Chapter 12: Genomes Overview

Chapter 12: Genomes

Core Concepts

• Reflect on the Core Concepts of the chapter to deepen understanding.

12.3 DNA and Genome Sequencing

• DNA replication principles: DNA sequencing involves processes similar to DNA replication but occurs in vitro.

  • Key components needed:
  • DNA polymerase
  • Primers
  • Deoxynucleotides (dNTPs)
  • Helicase and other factors from in vivo replication are not required.

• Dideoxynucleotides (ddNTPs): Chain terminators used in DNA sequencing.

  • Differences between normal deoxynucleotides and ddNTPs:
  • Structure: ddNTPs lack a 3' OH group, preventing further nucleotide addition.
  • Functionality: Their incorporation stops the elongation of the DNA strand.

• Example DNA strand:

  • Template: 5’-CTTCAG 3’-GAAGTCACCTCCCCTGAAACGAGGAA-5’

• Primer Extension Scenarios:

  1. If A, G, T are dNTPs & C is ddC: Incorporate 10 nucleotides (including primer).
  2. If C, G, T are dNTPs & A is ddA: Incorporate 4 nucleotides.
  3. If A, C, T are dNTPs & G is ddG: Incorporate 2 nucleotides.
  4. If A, C, G are dNTPs & T is ddT: Incorporate 1 nucleotide.

• Daughter strand lengths: Based on ratio of normal and ddNTPs in the mixture. E.g., for G with 85% dG and 15% ddG, the lengths produced may vary (8, 9, 11, 12, 13, 14, 20, 26).

• Essential Ratio of ddNTPs to dNTPs: Keeping ddNTPs at a low proportion is crucial to avoid early termination of all strands. Too high a ratio leads to biased underrepresentation of certain sequences.

• Fluorescent ddNTPs: Each type carries a unique fluorescent tag. Single daughter fragments generally do not carry more than one color due to termination by a ddNTP.
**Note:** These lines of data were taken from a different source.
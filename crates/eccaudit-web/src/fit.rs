//! The least-squares orbit fit for the page: `Dataset.fit(settings)` runs the core fit and keeps
//! it; in the page the fit runs in a worker (`www/fit-worker.js`: `Dataset.fitForTransfer`) and
//! the page's own `Dataset` adopts it (`adoptFit`), so `drawPeriodogram` and `drawPhaseFold` draw
//! it with eccaudit-plot on the main thread without fitting again.

use eccaudit_core::fit::figures::{phase_fold, search_periodogram};
use eccaudit_core::fit::{FitData, FitOptions, FitReport};
use eccaudit_core::periodogram::Periodogram;
use eccaudit_core::spec::{fit_model, JitterMode, ModelFit, ModelSpec};
use eccaudit_plot::fit::{periodogram_figure, phase_figure};
use eccaudit_plot::PhaseFoldFigure;
use serde::{Deserialize, Serialize};
use wasm_bindgen::prelude::*;
use web_sys::HtmlCanvasElement;

use crate::dataset::{Dataset, TableIdentity};
use crate::render;
use crate::{js_error, to_js};

/// Samples of the model curve over one phase.
const CURVE_POINTS: usize = 600;

/// Settings of a fit from the page: the model ([`ModelSpec`], same meaning and defaults as the
/// command line's options) and the seed of the random starts; absent fields take their
/// defaults and an unknown field is an error (so a misspelt setting is not silently ignored).
///
/// serde-wasm-bindgen (0.6) reads only the fields a struct names, so `deny_unknown_fields` never
/// fires for a JavaScript object; [`FitSettings::from_js`] checks the keys against
/// [`FitSettings::FIELDS`] first.
#[derive(Debug, Clone, Deserialize, Serialize)]
#[serde(default, deny_unknown_fields, rename_all = "camelCase")]
pub struct FitSettings {
    /// Keplerian companions (1 to 3).
    pub companions: usize,
    /// Given periods [d] of the first companions, in order.
    pub periods: Vec<f64>,
    /// Shortest period searched [d]; absent: the core's default (1 d).
    pub min_period: Option<f64>,
    /// Longest period searched [d]; absent: the time span.
    pub max_period: Option<f64>,
    /// Jitter mode: "auto", "fit" or "off".
    pub jitter: JitterMode,
    /// Fit a linear trend.
    pub trend: bool,
    /// False-alarm limit of a detection (above it the detection is marginal, fitted all the same).
    pub max_fap: f64,
    /// Seed of the random starts.
    pub seed: u64,
}

impl Default for FitSettings {
    fn default() -> Self {
        let model = ModelSpec::DEFAULT;
        Self {
            companions: model.companions,
            periods: model.periods,
            min_period: None,
            max_period: model.max_period,
            jitter: model.jitter,
            trend: model.trend,
            max_fap: model.max_fap,
            seed: FitOptions::default().seed,
        }
    }
}

impl FitSettings {
    /// The JavaScript names of the settings.
    pub const FIELDS: [&'static str; 8] = [
        "companions",
        "periods",
        "minPeriod",
        "maxPeriod",
        "jitter",
        "trend",
        "maxFap",
        "seed",
    ];

    /// Settings from a JavaScript object (`undefined`/`null` for the defaults); an unknown key
    /// is an error naming it and the known ones.
    fn from_js(value: JsValue) -> Result<Self, String> {
        if value.is_null() || value.is_undefined() {
            return Ok(Self::default());
        }
        if let Some(object) = value.dyn_ref::<js_sys::Object>() {
            for key in js_sys::Object::keys(object).iter() {
                let key = key.as_string().unwrap_or_default();
                if !Self::FIELDS.contains(&key.as_str()) {
                    return Err(format!(
                        "unknown field `{key}`, expected one of {}",
                        Self::FIELDS.map(|f| format!("`{f}`")).join(", ")
                    ));
                }
            }
        }
        serde_wasm_bindgen::from_value(value).map_err(|err| err.to_string())
    }

    /// The model specification these settings describe (not yet validated).
    pub fn spec(&self) -> ModelSpec {
        ModelSpec {
            companions: self.companions,
            periods: self.periods.clone(),
            trend: self.trend,
            jitter: self.jitter,
            min_period: self.min_period.unwrap_or(ModelSpec::DEFAULT.min_period),
            max_period: self.max_period,
            max_fap: self.max_fap,
            audit_companion: None,
        }
    }

    /// The starting options the model does not decide.
    fn base(&self) -> FitOptions {
        FitOptions {
            seed: self.seed,
            ..FitOptions::default()
        }
    }
}

/// The default model of every form (the core's [`ModelSpec::DEFAULT`]) as JSON.
#[wasm_bindgen(js_name = defaultModelSpec)]
pub fn default_model_spec() -> String {
    serde_json::to_string(&ModelSpec::DEFAULT).expect("the model spec serialises")
}

/// A fit kept with what its figures need.
pub(crate) struct StoredFit {
    data: FitData,
    report: FitReport,
    periodogram: Periodogram,
}

/// A fit made by one `Dataset` (in the page's fit worker) as it crosses `postMessage` to the
/// `Dataset` of the same table on the main thread: which table it belongs to, the core's
/// `ModelFit` (the object `Dataset.fit` returns, shown and exported by the page as it is) and the
/// periodogram of its period search (for the figure). Serialised with `F = &ModelFit`, read back
/// with `F = FitReport`, which takes the report's fields of the `ModelFit` object and leaves the
/// others (goodness, jitter, detections, notes) to the page. Numbers cross as JavaScript numbers
/// (structured clone), not as text, so every finite f64 arrives as it was computed and NaN stays
/// NaN (JSON text would turn NaN into null).
#[derive(Serialize, Deserialize)]
struct FitTransfer<F, P> {
    /// The table the fit was made for.
    table: TableIdentity,
    /// The fit (`ModelFit` when sent, its `FitReport` when adopted).
    fit: F,
    /// The periodogram of the fit's period search.
    periodogram: P,
}

#[wasm_bindgen]
impl Dataset {
    /// Fit the model of `settings` (a [`FitSettings`] object, or `undefined` for the defaults)
    /// by least squares, with the jitter mode and false-alarm checks of the core's `fit_model`;
    /// returns the core's `ModelFit` as a plain object (the fit report's fields, plus
    /// `goodness`, `jitter`, `detections` and `notes`, the lines to show first) and keeps it for
    /// the figures. On error the previous fit is kept.
    pub fn fit(&mut self, settings: JsValue) -> Result<JsValue, JsValue> {
        let (fit, periodogram) = self.run_fit(settings)?;
        let out = to_js(&fit)?;
        self.keep_fit(fit.report, periodogram);
        Ok(out)
    }

    /// The same fit as [`Dataset::fit`], for the page's fit worker: returns
    /// `{table, fit, periodogram}` — the table's identity (row count and SHA-256 of its values),
    /// the `ModelFit` object `fit` returns, and the periodogram — for
    /// [`Dataset::adopt_fit`] of the page's `Dataset` of the same table. Keeps the fit too.
    #[wasm_bindgen(js_name = fitForTransfer)]
    pub fn fit_for_transfer(&mut self, settings: JsValue) -> Result<JsValue, JsValue> {
        let (fit, periodogram) = self.run_fit(settings)?;
        let out = to_js(&FitTransfer {
            table: self.identity(),
            fit: &fit,
            periodogram: &periodogram,
        })?;
        self.keep_fit(fit.report, periodogram);
        Ok(out)
    }

    /// Keep a fit made elsewhere (`transfer`, what [`Dataset::fit_for_transfer`] returned in a
    /// worker) for the figures, without fitting again. The fit must belong to this table: a
    /// different row count or SHA-256 of the values is an error, and the fit kept before stays.
    #[wasm_bindgen(js_name = adoptFit)]
    pub fn adopt_fit(&mut self, transfer: JsValue) -> Result<(), JsValue> {
        let transfer: FitTransfer<FitReport, Periodogram> =
            serde_wasm_bindgen::from_value(transfer)
                .map_err(|err| js_error(format!("the fit worker's result: {err}")))?;
        let here = self.identity();
        if transfer.table != here {
            return Err(js_error(format!(
                "the fit belongs to another table ({} rows, SHA-256 {}), not to the one loaded \
                 ({} rows, SHA-256 {}): fit again",
                transfer.table.n_rows, transfer.table.sha256, here.n_rows, here.sha256
            )));
        }
        self.keep_fit(transfer.fit, transfer.periodogram);
        Ok(())
    }

    /// True when a fit is kept.
    #[wasm_bindgen(getter, js_name = hasFit)]
    pub fn has_fit(&self) -> bool {
        self.stored_fit().is_some()
    }

    /// Draw the periodogram of the kept fit's period search on `canvas`.
    #[wasm_bindgen(js_name = drawPeriodogram)]
    pub fn draw_periodogram(&self, canvas: HtmlCanvasElement) -> Result<(), JsValue> {
        render::on_canvas(
            &periodogram_figure(&self.fit_or_error()?.periodogram, ""),
            canvas,
        )
    }

    /// The same figure as [`Dataset::draw_periodogram`], as SVG text of `width` × `height` pixels.
    #[wasm_bindgen(js_name = drawPeriodogramSvg)]
    pub fn draw_periodogram_svg(&self, width: u32, height: u32) -> Result<String, JsValue> {
        let figure = periodogram_figure(&self.fit_or_error()?.periodogram, "");
        render::to_svg(&figure, width, height)
    }

    /// Draw companion `companion_idx` (0-based) of the kept fit's adopted solution folded on its
    /// period, with residuals, on `canvas`.
    #[wasm_bindgen(js_name = drawPhaseFold)]
    pub fn draw_phase_fold(
        &self,
        canvas: HtmlCanvasElement,
        companion_idx: usize,
    ) -> Result<(), JsValue> {
        render::on_canvas(&self.phase_fold_figure(companion_idx)?, canvas)
    }

    /// The same figure as [`Dataset::draw_phase_fold`], as SVG text of `width` × `height` pixels.
    #[wasm_bindgen(js_name = drawPhaseFoldSvg)]
    pub fn draw_phase_fold_svg(
        &self,
        width: u32,
        height: u32,
        companion_idx: usize,
    ) -> Result<String, JsValue> {
        render::to_svg(&self.phase_fold_figure(companion_idx)?, width, height)
    }
}

impl Dataset {
    /// The fit of `settings` (`fit_model`, then the periodogram of its period search): the one
    /// computation behind [`Dataset::fit`] and [`Dataset::fit_for_transfer`].
    fn run_fit(&self, settings: JsValue) -> Result<(ModelFit, Periodogram), JsValue> {
        let settings = FitSettings::from_js(settings)
            .map_err(|err| js_error(format!("fit settings: {err}")))?;
        let model = settings.spec().validate().map_err(js_error)?;
        let data = FitData::from_table(self.table());
        let base = settings.base();
        let fit = fit_model(&data, &model, &base).map_err(js_error)?;
        let options = model.fit_options(fit.jitter.fitted, &base);
        let periodogram = search_periodogram(&data, &options).map_err(js_error)?;
        Ok((fit, periodogram))
    }

    /// Keep `report` and its `periodogram` as this table's fit, for the figures.
    fn keep_fit(&mut self, report: FitReport, periodogram: Periodogram) {
        self.set_fit(Some(StoredFit {
            data: FitData::from_table(self.table()),
            report,
            periodogram,
        }));
    }

    /// The phase-fold figure of companion `companion_idx` (0-based) of the kept fit.
    fn phase_fold_figure(&self, companion_idx: usize) -> Result<PhaseFoldFigure, JsValue> {
        let fit = self.fit_or_error()?;
        let fold = phase_fold(
            &fit.data,
            fit.report.adopted_solution(),
            fit.report.reference_time,
            companion_idx + 1,
            CURVE_POINTS,
        )
        .map_err(js_error)?;
        Ok(phase_figure(&fold, &fit.data, &self.time_label(), ""))
    }
}

impl Dataset {
    fn fit_or_error(&self) -> Result<&StoredFit, JsValue> {
        self.stored_fit()
            .ok_or_else(|| js_error("no fit yet: run a fit before drawing its figures"))
    }
}

#[cfg(test)]
mod tests {
    use super::*;

    #[test]
    fn field_list_matches_the_struct() {
        // The key check of `from_js` must know every field serde knows, by the same names.
        let value = serde_json::to_value(FitSettings::default()).unwrap();
        let mut keys: Vec<&str> = value
            .as_object()
            .unwrap()
            .keys()
            .map(String::as_str)
            .collect();
        let mut fields = FitSettings::FIELDS.to_vec();
        keys.sort_unstable();
        fields.sort_unstable();
        assert_eq!(keys, fields);
    }

    #[test]
    fn settings_follow_the_core_model() {
        let defaults = FitSettings::default();
        assert_eq!(defaults.spec(), ModelSpec::DEFAULT);
        let none = FitSettings {
            companions: 0,
            ..FitSettings::default()
        };
        assert_eq!(
            none.spec().validate().unwrap_err().to_string(),
            "companions = 0: 1 to 3"
        );
        let only_max = FitSettings {
            max_period: Some(100.0),
            ..FitSettings::default()
        };
        assert_eq!(only_max.spec().min_period, 1.0);
        let json: FitSettings =
            serde_json::from_str(r#"{"jitter": "fit", "maxFap": 0.05}"#).unwrap();
        assert_eq!(json.jitter, JitterMode::Fit);
        assert_eq!(json.max_fap, 0.05);
    }
}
• Purpose of Size Separation: Necessary to identify nucleotide sequences; shorter fragments indicate early sequencing events.

• Sanger Sequencing Length: Typically about 1000 base pairs can be sequenced in a single reaction.

Genome Assembly Challenges

• Definition of Genome: All genetic material; each cell contains two copies in somatic cells and one copy in gametes.

• Sequencing challenge: Eukaryotic genomes are large (up to 10^9 base pairs). Short sequences must be compiled using methods like Sanger sequencing, which yield only a few hundred nucleotides at a time.

• Shotgun Sequencing: A method to piece together complete genomes:

  • Break DNA into random fragments.
  • Sequence each fragment and assemble overlapping sequences to create consensus sequences.

• Importance of Random Fragments: Overlapping sequences are necessary to reconstruct longer sequences accurately.

Sequencing Depth

• Sequencing multiple times (10-50): Increases confidence in results and reduces errors.

• Read Depth: This indicates how many times a specific region is sequenced; variables exist across the genome.

• Improved Assembly with Related Genomes: Understanding a related genome can simplify the assembly process by providing reference points.

Repeated Sequences

• Nature of Repeats: Repeated sequences complicate assembly since their length and location can vary, impacting accuracy.
• Types of Repeats:
  • Dispersed: Scattered across the genome.
  • Tandem: Repeated in sequences next to one another.
  • Short repeats: Brief sequences repeated through the genome.

Genome Annotation

• Functionality: Genome annotation categorizes sequences into functional elements, including genes and regulatory sequences.

  • Gene Structure: Typically includes promoters, exons, and introns.
  • Non-coding RNAs: Some essential for translation do not code for proteins.

• Patterns for Recognition: Sequence motifs can identify important areas, such as promoters and open reading frames (ORFs). ORFs represent stretches of DNA that may code for proteins but do not guarantee functionality if not confirmed by additional evidence.

• Transcriptome: mRNA sequences reveal which genes are expressed; comparing genomic DNA to mRNA facilitates understanding gene structure by indicating exon-intron relationships.

Genome Size & Complexity

• Gene number vs. complexity: More genes do not necessarily correlate with biological complexity; different genomes can exhibit vast size disparities.
• C-value Paradox: Refers to the lack of correlation between genome size and organismal complexity.
• Polyploidy: Common in plants, it allows for more complexity despite similar or fewer gene numbers.